After consulting as ordered with Georgia governor Joseph E. Brown, Gen. Howell Cobb, and others, Sidney Winder homed in on a remote whistle-stop of the Southwestern Railroad known as Anderson Station, which had a “depot that consisted of a dozen log and plank buildings.” This sparsely populated backwater—later called Andersonville—was a good find, because Sidney Winder, as he traveled deeper into the Georgia countryside, was turned away several times by landowners who feared the proximity of Yankee prisoners.3
Finally, the historian Richard Scott Davis writes, “Benjamin B. Dykes persuaded Winder to lease land owned by Deputy Sheriff William Wesley Turner on a tributary of Sweetwater Creek in Sumter County—less than thirty acres—for thirty dollars a month.”4
A short distance away work on the parcel that was to become the Andersonville Prison stockade—originally called Camp Sumter—was begun, as had protests from Sumter County residents who “voiced fears about potential mass prisoner escapes, bloody slave revolts and the looting of their farms by hungry guards.”5
Although orders from Richmond gave Sidney the ability to commandeer “whatever labor and materials he needed . . . and at the government’s prices,” supplies were delayed or nonexistent. John H. Winder’s cousin Capt. Richard Bayley Winder would serve as quartermaster. He would oversee the building of the camp and eventually provision it. Winder cousins Richard and Sidney “found that their needs ranked at the absolute bottom of both Confederate and Georgia priorities.” This seeming indifference was puzzling.6
When the Winders learned that prisoners would soon begin arriving, it became obvious that great speed in preparing the site would be necessary if any captives were to be safely housed and kept from escaping. Close to one thousand slaves were immediately taken from plantations and put straight to work felling the large stands of pines that covered the area, the cut timber eventually forming the walls of the stockade. Lacking any shade, the sun-scorched prison pen—deadly and pestiferous in the summertime Georgia heat and without shelter from winter rainstorms and cold—was to enclose many, many thousands of Union prisoners of war. With a scarcity of ready timber, save for stumps and fallen branches, or, as it was rumored, because William A.’s half brother Sidney had purposely ordered the grounds left barren, no shelters were built.

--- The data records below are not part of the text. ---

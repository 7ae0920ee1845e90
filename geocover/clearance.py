"""Clearance of sites from exclusion zones: which sites are too close, and how far each is from the nearest zone.

Core of the exclusion rule of :func:`geocover.sites.screen_sites`: arrays of
shapely geometries in, arrays out; no files, no printing.

Two answers per site and zone layer, both exact:

* **verdict**: is the site's footprint closer than the setback to a zone
  (with no setback: does it intersect one), and if so, which zone is nearest
  (ties to the lowest feature id) and how far;
* **nearest distance** (``nearest_exclusion_m``) of the other sites: the
  least distance to any zone.

Point sites (the common case, and the benchmark's) go through a grid of the
zones, in numpy:

1. each zone is binned by the centre ``c`` of its envelope into square cells
   of side ``g``; with ``R`` the largest distance from ``c`` to a vertex, the
   zone is at least ``|p - c| - R`` from a point ``p``.  ``g`` is about one
   zone per cell and at least ``R_max`` plus the setback, so every zone
   closer than the setback to a point is in the 3 x 3 cells around it;
2. a site's candidates are the zones in those cells.  Those whose bound is
   below the setback are measured exactly: the distance to the zone's
   segments is GEOS's point-to-segment formula, operation for operation (so
   it is the value ``shapely.distance`` gives, bit for bit), and whether a
   polygon covers the point is told by counting ray crossings when the point
   is farther than a hair (1e-6 m, more for huge coordinates) from its
   boundary -- rounding cannot flip a crossing there -- and by GEOS's
   ``intersects_xy`` when it is nearer.  A covered point is at distance 0,
   as GEOS has it;
3. a site with no zone within the setback takes the candidate with the least
   bound, measures it (an upper bound ``u``), then measures the candidates
   whose bound does not exceed ``u``.  A zone outside the 3 x 3 cells has
   its centre at least ``e`` away (``e`` the distance from the site to the
   edge of those cells), so when ``e - R_max > u`` the least is the answer;
   the few sites it does not settle look at the 5 x 5, 7 x 7 and 9 x 9 cells
   the same way.

Zones the grid leaves out (much bigger than the typical zone, with more than
64 vertices and breaks, or collections), parcels and multipoint sites, and the rare
sites the grid does not settle, take the GEOS path: verdicts from an STRtree
``dwithin`` query and exact ``shapely.distance`` on its pairs; nearest
distances from an upper bound (``u``, or the nearest vertex of a subsample
of the zones' vertices by KD-tree), the zones whose envelope is within that
bound of the site (one STRtree query), and the least exact distance.

Work runs in chunks of sites, in a thread pool when one is given (GEOS and
large numpy operations release the GIL); the results do not depend on the
chunking or the number of threads.
"""

from __future__ import annotations

import math
from collections.abc import Callable
from concurrent.futures import Executor
from dataclasses import dataclass
from typing import Any, TypeVar

import numpy as np
import shapely

__all__: list[str] = []  # internal to geocover.sites

_CHUNK = 4096  # sites per task: small arrays stay in cache, and there are tasks for every thread
_SEGMENTS = 1 << 16  # segment distances evaluated per numpy batch
# sites per task on the zone grid: sorted by cell they stay local, and numpy holds the GIL between
# operations, so bigger operations let threads run side by side (measured on the benchmark: two
# threads 1.1x one with 4,096 sites per task, 1.3-1.7x with 12,500-25,000; 16,384 was best whole)
_GRID_CHUNK = 16384
_WIDTH = 64  # zones with more vertices (pieces' breaks included) take the GEOS path
_BLOCK = 1 << 16  # vertices per block when the grid is built
_MARGIN_REL, _MARGIN_ABS = 1e-9, 1e-6  # slack on bounds for rounding (metres)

Sidney’s order was reportedly, “Make a pen here for the d—d Yankees, where they will rot faster than they can be sent!”7
With the prison expected to hold no more than nine thousand captives, on February 3, 1864, the first five hundred men were taken by train from Richmond, being “packed in freight cars like sardines,” wrote Andersonville survivor Charles Ferren Hopkins of the First New Jersey Volunteers.8
Prisoners were sent from Richmond “by way of Raleigh, North Carolina, and Columbus, South Carolina.”9
While the old cars rattled along and the stench of cattle manure hung in the air, many of the prisoners, sick, pained, and wasted from their durance at Libby and Belle Isle, had heard the rumor of prisoner exchanges as they lay dreaming of home, imagining bountiful meals, then catching the scent of pines and the rush of fresh water as the train headed south. Throughout March and into April thousands of Union POWs poured in to Andersonville, men captured on battlefields, in swamps and cornfields, men from the Northeast, men from the regiments serving Gen. Benjamin Butler and who had never been south before the war.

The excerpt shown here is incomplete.